- **Your goal**
The answer must consist of every line from the data that holds "kind".

--- Available data ---

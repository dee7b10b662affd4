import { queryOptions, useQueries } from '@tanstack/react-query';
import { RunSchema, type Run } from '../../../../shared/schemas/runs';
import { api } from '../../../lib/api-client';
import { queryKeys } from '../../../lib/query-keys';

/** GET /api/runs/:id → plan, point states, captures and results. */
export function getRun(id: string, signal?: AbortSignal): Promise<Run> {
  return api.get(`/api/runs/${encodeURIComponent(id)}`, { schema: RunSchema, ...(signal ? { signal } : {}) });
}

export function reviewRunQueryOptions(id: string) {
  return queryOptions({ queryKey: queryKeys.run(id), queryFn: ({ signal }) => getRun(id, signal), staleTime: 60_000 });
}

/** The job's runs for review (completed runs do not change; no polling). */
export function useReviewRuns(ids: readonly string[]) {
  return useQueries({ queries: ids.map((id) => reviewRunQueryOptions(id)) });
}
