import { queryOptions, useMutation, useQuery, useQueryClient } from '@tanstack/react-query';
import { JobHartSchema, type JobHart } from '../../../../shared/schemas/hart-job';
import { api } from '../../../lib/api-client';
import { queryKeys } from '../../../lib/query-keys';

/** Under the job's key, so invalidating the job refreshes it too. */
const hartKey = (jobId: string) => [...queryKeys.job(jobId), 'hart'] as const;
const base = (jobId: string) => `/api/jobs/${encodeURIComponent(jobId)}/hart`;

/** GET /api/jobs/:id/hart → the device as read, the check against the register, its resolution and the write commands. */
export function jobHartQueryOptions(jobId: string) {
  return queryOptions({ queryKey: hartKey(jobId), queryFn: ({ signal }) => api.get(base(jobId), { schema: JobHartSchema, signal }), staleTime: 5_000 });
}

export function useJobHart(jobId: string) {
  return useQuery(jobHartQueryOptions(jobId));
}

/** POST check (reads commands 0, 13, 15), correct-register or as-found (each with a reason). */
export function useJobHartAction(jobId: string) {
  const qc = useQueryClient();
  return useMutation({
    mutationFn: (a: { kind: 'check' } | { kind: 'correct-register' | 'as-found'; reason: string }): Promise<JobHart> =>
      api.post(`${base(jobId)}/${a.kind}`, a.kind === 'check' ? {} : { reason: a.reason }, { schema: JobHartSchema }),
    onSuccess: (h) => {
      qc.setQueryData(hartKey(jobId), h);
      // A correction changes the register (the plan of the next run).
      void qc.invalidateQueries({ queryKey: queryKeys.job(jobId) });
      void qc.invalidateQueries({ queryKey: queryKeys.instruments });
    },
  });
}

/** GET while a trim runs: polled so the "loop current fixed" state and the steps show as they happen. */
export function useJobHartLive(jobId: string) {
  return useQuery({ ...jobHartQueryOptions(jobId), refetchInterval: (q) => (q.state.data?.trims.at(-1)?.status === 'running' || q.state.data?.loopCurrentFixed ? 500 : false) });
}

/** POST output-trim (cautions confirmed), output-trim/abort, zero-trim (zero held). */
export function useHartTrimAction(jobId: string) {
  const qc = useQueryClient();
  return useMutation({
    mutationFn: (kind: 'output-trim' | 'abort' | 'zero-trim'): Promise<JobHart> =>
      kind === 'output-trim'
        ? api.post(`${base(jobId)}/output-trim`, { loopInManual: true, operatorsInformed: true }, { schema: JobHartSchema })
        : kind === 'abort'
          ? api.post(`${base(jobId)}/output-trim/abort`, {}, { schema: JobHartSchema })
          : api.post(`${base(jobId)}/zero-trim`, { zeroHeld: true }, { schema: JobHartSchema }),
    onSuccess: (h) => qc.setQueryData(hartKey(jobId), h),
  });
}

---
--- Available data ---

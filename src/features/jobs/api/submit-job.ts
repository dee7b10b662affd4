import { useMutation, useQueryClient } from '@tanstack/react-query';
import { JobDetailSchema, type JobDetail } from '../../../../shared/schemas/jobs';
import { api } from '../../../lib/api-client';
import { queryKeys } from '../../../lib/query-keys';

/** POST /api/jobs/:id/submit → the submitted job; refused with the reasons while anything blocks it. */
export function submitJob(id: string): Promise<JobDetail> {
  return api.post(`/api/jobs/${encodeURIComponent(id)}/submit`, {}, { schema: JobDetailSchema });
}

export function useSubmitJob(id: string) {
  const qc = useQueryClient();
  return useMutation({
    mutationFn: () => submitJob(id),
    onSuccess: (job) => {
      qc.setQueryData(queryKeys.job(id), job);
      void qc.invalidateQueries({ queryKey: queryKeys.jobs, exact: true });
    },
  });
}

---

- **Answer space**
    mutationFn: (a: { kind: 'check' } | { kind: 'correct-register' | 'as-found'; reason: string }): Promise<JobHart> =>
      api.post(`${base(jobId)}/${a.kind}`, a.kind === 'check' ? {} : { reason: a.reason }, { schema: JobHartSchema }),
    mutationFn: (kind: 'output-trim' | 'abort' | 'zero-trim'): Promise<JobHart> =>
      kind === 'output-trim'
        : kind === 'abort'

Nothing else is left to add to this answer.